BEGIN

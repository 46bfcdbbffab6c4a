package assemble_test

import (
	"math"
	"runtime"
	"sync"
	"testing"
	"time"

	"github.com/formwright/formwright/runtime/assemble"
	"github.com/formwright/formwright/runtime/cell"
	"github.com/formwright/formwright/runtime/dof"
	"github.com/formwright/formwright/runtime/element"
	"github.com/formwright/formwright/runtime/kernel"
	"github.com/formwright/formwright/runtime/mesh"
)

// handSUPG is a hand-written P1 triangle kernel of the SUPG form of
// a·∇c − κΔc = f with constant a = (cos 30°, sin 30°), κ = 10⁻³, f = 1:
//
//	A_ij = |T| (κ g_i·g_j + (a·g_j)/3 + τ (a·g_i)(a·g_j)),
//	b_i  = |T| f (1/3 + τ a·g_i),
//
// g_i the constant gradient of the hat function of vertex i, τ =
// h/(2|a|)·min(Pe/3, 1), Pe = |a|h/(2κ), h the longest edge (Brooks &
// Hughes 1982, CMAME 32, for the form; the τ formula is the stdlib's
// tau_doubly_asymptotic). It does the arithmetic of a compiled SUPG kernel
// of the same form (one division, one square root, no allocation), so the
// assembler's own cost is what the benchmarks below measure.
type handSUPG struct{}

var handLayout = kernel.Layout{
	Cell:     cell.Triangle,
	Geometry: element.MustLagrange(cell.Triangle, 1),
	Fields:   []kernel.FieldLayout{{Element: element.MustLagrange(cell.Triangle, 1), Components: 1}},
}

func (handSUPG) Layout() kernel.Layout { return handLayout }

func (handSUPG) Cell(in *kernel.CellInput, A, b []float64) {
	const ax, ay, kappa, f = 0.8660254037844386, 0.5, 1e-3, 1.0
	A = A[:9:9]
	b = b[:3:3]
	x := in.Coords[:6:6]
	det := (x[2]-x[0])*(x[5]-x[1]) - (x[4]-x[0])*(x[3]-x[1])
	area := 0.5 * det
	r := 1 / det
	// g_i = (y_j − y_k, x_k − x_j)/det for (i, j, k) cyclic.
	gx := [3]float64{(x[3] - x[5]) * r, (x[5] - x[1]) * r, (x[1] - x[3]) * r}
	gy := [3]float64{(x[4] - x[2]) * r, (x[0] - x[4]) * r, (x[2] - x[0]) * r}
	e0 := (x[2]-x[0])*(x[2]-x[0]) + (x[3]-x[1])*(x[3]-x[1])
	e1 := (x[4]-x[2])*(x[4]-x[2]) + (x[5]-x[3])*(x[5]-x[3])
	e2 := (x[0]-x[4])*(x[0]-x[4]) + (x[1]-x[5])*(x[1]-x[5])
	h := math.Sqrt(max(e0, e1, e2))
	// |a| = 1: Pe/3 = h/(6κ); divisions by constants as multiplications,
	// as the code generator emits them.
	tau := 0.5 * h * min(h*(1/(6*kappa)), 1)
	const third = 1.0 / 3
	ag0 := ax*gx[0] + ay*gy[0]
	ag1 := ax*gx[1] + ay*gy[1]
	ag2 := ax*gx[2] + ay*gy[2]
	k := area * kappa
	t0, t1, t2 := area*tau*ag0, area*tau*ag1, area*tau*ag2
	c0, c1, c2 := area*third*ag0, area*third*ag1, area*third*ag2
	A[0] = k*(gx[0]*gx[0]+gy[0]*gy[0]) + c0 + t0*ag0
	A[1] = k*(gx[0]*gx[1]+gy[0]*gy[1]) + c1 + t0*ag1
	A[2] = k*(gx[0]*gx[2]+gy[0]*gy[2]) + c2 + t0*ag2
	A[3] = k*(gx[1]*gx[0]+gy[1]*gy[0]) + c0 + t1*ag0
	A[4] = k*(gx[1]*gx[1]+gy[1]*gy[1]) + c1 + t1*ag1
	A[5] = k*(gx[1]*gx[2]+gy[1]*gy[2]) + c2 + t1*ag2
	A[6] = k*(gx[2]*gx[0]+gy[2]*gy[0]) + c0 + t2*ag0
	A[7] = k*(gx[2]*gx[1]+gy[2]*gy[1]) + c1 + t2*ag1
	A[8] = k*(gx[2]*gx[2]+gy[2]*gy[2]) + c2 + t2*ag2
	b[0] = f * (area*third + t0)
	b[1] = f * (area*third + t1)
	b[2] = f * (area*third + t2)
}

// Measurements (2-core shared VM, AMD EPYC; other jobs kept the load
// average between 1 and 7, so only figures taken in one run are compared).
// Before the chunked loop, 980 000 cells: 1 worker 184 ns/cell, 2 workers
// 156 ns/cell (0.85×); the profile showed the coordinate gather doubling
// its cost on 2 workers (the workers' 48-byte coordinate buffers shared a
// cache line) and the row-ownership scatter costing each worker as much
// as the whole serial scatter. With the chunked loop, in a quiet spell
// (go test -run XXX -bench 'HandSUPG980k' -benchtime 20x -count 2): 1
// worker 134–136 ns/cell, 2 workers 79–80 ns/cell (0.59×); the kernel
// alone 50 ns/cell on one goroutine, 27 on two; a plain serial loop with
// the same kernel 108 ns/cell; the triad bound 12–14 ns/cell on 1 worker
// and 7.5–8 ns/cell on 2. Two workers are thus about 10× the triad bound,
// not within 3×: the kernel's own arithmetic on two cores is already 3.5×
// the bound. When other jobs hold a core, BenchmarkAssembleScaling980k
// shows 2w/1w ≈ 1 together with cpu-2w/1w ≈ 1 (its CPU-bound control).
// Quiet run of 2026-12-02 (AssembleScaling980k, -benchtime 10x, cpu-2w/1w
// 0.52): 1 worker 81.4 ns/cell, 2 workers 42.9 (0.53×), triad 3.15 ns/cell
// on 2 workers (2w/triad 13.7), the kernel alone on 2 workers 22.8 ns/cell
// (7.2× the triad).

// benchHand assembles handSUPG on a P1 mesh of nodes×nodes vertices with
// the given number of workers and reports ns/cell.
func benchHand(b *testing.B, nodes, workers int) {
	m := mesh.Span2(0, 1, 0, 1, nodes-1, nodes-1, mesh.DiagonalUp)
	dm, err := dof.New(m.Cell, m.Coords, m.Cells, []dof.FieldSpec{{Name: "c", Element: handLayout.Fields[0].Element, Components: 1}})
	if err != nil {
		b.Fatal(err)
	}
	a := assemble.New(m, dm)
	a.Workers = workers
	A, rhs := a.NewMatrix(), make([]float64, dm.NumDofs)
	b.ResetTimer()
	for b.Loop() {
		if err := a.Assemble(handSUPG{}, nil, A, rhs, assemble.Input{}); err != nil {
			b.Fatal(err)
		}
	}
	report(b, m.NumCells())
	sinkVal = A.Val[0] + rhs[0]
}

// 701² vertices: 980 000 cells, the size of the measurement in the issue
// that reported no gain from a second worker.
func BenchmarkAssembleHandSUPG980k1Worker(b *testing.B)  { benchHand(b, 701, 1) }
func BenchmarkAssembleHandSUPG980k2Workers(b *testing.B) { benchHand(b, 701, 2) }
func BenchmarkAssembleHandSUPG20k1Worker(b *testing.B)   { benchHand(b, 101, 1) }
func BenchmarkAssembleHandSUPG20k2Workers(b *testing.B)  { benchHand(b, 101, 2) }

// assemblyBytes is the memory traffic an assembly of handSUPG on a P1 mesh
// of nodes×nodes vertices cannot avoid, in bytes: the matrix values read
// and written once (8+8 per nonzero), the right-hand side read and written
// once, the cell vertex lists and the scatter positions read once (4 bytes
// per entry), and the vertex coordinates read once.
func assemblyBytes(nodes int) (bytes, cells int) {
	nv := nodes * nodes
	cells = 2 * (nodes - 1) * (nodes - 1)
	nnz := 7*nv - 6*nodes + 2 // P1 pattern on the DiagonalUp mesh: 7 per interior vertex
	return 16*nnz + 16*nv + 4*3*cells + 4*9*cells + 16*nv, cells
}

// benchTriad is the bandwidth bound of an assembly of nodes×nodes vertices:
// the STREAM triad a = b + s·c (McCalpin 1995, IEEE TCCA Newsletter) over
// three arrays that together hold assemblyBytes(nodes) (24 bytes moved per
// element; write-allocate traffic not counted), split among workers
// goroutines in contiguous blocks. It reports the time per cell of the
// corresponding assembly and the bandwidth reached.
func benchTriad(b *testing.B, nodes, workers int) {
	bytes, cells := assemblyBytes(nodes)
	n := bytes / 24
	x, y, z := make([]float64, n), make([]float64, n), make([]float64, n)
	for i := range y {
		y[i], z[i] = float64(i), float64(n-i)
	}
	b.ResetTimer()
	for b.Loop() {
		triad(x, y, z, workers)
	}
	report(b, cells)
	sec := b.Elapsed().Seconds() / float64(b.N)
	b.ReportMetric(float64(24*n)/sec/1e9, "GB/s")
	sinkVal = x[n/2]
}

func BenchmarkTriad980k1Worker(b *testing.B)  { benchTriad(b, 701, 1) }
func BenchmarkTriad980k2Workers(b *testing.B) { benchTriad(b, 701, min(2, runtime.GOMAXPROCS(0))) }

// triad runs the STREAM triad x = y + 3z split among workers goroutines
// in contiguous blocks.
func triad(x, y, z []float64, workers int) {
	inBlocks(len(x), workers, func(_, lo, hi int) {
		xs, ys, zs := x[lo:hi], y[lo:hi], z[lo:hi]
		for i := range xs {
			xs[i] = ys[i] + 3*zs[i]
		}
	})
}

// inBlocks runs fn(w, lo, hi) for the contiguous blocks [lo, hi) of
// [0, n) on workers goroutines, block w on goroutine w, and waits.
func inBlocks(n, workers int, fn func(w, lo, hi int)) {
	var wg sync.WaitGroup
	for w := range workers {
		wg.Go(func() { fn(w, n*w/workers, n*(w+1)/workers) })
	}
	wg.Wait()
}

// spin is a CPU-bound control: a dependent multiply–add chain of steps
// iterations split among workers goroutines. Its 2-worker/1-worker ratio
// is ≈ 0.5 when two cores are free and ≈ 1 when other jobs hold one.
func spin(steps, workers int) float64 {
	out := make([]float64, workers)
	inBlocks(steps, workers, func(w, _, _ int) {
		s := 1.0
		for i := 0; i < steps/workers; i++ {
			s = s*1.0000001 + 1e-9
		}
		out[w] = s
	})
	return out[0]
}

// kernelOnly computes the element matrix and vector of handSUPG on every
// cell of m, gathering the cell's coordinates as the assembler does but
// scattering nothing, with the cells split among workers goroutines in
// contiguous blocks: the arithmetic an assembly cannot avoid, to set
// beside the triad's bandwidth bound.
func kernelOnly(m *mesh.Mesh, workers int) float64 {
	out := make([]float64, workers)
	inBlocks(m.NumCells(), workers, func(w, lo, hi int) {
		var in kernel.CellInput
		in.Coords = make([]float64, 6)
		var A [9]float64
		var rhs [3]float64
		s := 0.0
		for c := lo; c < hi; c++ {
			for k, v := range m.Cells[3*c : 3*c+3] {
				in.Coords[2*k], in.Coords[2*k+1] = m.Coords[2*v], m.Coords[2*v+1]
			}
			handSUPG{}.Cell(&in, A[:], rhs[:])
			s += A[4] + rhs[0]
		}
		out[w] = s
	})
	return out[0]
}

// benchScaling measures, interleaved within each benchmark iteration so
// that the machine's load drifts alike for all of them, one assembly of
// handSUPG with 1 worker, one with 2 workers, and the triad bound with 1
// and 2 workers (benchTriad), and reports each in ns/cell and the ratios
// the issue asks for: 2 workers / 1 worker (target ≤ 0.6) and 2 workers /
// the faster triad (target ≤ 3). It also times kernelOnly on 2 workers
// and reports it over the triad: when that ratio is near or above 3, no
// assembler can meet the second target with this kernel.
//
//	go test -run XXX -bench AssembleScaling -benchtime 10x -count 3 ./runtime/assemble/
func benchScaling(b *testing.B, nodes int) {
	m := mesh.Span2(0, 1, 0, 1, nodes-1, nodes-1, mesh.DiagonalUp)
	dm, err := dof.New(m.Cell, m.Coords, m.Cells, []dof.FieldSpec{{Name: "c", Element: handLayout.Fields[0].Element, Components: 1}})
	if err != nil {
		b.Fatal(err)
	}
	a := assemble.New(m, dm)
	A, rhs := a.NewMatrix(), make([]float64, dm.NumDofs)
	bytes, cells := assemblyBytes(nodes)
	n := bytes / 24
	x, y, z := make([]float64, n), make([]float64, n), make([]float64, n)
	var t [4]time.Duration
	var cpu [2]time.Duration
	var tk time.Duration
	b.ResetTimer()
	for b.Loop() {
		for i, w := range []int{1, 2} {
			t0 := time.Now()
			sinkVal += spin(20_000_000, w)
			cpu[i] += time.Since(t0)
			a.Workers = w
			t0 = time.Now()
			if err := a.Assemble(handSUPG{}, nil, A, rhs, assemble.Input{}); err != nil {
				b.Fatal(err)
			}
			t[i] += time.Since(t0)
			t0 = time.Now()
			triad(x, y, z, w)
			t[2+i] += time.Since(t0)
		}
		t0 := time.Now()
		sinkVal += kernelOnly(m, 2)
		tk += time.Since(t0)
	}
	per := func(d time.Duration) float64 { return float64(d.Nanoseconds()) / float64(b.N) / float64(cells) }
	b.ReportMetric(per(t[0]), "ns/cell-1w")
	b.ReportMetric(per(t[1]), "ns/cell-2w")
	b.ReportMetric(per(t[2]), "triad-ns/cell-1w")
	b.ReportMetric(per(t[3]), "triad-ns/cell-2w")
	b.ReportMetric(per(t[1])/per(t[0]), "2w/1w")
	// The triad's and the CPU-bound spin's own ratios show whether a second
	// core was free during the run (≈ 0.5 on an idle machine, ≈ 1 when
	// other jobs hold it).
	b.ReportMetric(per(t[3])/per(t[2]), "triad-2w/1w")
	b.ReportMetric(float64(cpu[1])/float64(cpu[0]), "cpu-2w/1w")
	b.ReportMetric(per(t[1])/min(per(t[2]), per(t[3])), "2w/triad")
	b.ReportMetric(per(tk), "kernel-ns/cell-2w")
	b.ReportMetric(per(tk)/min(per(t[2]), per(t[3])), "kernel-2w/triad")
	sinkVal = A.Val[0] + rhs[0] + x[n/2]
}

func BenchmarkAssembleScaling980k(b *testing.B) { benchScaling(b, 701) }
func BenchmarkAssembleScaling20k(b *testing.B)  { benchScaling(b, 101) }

END
BEGIN

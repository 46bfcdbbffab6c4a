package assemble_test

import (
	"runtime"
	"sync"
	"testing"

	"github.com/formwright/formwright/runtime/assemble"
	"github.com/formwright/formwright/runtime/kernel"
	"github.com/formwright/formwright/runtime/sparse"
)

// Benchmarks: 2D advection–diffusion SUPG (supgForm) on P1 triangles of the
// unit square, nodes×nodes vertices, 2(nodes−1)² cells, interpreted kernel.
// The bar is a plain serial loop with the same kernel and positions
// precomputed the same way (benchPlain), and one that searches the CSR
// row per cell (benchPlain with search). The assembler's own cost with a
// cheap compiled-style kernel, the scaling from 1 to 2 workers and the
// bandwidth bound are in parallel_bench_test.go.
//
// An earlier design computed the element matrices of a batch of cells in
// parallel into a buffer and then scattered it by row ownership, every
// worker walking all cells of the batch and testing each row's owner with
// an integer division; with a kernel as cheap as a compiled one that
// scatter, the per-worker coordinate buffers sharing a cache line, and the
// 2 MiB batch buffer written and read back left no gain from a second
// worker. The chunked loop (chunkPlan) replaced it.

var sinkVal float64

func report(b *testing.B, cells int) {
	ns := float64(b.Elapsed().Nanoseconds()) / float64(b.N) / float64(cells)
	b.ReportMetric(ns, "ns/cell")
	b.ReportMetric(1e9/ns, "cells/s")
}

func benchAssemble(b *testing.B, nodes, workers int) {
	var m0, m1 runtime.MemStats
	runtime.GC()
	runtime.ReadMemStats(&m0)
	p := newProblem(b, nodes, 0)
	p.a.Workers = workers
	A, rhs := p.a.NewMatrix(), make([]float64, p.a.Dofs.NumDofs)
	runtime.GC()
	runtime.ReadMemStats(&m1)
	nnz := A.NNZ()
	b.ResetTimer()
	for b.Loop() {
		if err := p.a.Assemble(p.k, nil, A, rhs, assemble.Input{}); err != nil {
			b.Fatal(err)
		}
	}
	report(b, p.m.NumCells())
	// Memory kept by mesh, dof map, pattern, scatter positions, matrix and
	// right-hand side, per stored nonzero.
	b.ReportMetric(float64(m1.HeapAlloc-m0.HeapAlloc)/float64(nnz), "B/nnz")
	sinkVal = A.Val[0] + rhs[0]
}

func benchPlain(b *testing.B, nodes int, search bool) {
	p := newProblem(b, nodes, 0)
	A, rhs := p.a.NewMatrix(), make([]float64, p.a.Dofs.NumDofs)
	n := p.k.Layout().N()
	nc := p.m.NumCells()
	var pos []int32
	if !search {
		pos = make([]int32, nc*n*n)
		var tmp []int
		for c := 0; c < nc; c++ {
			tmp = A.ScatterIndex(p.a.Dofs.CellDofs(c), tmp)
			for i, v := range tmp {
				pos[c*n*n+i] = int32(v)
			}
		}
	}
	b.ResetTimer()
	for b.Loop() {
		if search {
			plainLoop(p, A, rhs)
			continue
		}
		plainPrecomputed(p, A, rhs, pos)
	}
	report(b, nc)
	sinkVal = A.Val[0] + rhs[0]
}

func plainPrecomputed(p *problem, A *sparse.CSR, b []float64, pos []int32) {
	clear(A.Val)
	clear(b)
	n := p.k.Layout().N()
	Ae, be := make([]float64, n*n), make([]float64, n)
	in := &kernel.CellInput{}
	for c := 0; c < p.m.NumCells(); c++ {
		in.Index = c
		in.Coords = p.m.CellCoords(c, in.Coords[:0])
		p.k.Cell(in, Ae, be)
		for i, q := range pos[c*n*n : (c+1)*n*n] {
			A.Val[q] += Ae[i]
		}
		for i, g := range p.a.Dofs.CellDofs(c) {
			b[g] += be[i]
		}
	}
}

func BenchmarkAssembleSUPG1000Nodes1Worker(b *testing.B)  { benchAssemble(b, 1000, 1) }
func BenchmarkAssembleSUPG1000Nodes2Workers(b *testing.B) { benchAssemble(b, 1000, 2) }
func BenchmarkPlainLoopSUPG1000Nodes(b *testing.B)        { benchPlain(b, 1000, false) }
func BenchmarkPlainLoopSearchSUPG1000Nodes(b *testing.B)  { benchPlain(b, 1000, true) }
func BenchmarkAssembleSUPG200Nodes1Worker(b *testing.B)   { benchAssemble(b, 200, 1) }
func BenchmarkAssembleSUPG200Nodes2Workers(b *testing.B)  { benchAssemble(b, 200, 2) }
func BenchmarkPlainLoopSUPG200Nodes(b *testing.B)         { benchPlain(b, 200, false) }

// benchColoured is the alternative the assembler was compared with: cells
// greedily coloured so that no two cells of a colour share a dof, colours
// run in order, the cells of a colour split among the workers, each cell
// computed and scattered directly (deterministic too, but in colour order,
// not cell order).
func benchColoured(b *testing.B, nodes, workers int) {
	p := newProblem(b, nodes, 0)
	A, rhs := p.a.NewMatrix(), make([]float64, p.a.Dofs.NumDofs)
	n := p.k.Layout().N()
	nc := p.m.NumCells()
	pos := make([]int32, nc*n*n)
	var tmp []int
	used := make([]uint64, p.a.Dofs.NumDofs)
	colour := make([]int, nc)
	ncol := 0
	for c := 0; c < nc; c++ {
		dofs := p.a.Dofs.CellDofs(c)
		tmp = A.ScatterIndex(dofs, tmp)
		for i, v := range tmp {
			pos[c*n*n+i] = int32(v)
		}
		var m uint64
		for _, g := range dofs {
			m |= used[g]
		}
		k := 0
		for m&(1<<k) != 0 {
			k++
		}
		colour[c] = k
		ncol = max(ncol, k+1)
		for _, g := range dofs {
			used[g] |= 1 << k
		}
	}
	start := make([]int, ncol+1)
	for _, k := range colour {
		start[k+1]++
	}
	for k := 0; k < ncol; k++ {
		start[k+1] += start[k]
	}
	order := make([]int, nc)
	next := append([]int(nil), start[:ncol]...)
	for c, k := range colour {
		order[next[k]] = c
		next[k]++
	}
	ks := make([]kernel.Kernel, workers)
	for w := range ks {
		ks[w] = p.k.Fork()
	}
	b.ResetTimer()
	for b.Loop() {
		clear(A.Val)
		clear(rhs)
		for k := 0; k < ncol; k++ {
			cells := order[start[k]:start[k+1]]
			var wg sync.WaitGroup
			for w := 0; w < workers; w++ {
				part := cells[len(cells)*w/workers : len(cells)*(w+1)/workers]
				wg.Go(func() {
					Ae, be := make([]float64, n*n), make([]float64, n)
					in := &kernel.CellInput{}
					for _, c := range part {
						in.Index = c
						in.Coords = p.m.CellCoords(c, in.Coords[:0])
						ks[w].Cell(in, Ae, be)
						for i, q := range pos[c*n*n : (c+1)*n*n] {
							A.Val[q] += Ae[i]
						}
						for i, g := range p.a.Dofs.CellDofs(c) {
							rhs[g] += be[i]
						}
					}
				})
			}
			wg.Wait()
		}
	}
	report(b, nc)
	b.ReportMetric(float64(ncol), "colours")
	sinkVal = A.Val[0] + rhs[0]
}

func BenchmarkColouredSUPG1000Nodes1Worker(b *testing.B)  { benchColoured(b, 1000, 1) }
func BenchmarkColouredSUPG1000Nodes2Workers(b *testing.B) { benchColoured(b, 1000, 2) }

END
BEGIN

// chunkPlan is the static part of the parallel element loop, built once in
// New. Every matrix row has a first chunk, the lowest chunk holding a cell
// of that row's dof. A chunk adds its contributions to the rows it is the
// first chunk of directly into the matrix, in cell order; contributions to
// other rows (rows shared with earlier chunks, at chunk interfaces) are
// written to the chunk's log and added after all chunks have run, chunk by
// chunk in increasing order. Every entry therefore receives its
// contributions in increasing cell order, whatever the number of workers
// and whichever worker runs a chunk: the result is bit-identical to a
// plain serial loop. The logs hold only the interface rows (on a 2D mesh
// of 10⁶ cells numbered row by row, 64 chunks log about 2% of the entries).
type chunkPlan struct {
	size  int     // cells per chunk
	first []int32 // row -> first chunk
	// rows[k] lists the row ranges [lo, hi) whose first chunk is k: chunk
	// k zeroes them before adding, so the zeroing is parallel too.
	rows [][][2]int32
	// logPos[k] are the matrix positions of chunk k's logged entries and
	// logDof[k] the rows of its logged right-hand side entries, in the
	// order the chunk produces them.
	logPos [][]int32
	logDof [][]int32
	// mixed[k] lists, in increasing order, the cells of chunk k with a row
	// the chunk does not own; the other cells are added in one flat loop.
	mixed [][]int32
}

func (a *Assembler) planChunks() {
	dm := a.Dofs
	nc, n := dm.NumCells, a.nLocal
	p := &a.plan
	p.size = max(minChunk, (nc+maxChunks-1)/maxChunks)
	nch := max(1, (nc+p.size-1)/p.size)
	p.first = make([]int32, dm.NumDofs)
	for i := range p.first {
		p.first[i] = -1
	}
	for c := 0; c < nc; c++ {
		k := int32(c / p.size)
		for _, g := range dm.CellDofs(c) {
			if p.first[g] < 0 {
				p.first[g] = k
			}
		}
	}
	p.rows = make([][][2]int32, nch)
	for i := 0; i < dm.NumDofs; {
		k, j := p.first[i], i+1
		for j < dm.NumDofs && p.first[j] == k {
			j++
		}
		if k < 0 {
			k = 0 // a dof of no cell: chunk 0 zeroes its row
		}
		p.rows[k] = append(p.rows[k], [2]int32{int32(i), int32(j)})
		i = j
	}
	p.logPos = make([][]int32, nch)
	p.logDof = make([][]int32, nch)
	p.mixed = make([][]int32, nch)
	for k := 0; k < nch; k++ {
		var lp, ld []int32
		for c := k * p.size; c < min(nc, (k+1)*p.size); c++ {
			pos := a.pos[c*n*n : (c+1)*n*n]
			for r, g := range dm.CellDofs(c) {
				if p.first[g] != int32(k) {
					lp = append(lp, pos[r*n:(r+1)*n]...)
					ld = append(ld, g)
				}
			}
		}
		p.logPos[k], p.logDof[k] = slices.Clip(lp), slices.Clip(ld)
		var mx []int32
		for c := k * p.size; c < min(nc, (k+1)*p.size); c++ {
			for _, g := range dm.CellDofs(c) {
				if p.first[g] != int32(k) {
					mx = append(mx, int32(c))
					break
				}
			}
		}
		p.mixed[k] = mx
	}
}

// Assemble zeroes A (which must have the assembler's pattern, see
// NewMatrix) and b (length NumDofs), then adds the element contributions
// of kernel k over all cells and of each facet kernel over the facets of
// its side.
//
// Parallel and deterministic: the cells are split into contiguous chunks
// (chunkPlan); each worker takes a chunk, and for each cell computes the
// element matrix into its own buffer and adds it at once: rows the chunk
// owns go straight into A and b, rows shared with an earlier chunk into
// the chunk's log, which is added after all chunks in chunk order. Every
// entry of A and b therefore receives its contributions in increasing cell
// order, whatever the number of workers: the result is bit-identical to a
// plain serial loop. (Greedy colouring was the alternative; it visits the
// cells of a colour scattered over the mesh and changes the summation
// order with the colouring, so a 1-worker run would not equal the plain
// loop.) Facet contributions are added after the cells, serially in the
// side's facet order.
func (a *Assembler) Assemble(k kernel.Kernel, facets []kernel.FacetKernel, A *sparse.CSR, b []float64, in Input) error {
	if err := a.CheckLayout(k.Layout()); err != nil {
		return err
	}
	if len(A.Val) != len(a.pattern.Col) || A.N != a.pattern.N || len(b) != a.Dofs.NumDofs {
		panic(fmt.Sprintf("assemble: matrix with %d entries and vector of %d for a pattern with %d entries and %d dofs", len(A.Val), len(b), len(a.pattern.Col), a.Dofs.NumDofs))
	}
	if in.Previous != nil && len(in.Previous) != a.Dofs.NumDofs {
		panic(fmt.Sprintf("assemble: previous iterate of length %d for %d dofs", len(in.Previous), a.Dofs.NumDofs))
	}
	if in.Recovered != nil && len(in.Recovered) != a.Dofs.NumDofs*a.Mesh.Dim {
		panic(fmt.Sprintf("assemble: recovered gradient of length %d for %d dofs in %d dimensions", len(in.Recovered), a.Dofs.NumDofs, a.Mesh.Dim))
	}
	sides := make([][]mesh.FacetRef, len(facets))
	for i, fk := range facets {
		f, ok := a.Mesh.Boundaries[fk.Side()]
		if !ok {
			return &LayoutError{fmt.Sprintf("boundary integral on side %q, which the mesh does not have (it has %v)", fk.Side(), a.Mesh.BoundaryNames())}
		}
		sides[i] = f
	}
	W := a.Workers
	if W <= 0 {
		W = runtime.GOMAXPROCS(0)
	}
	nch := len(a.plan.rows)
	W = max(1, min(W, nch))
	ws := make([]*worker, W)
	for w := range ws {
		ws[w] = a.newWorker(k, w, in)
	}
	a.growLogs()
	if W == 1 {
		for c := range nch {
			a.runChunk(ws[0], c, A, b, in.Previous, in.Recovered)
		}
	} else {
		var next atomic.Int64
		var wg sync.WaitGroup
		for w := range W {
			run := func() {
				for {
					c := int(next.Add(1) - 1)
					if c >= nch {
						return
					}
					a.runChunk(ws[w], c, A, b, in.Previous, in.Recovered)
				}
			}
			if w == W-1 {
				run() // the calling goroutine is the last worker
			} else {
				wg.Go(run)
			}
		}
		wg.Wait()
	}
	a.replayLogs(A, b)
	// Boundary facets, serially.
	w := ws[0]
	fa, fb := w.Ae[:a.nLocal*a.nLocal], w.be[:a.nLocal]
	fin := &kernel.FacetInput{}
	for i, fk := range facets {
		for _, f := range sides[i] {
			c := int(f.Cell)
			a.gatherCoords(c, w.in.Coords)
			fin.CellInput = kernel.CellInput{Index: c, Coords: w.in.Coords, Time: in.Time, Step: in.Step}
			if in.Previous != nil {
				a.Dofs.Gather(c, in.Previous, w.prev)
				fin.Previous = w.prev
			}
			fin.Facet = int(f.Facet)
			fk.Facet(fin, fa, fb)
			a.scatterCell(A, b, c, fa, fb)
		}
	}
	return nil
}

END

TRY IT
Tell how many lines of the entries above include "logged". The answer should be the number and nothing more.

FINAL ANSWER
2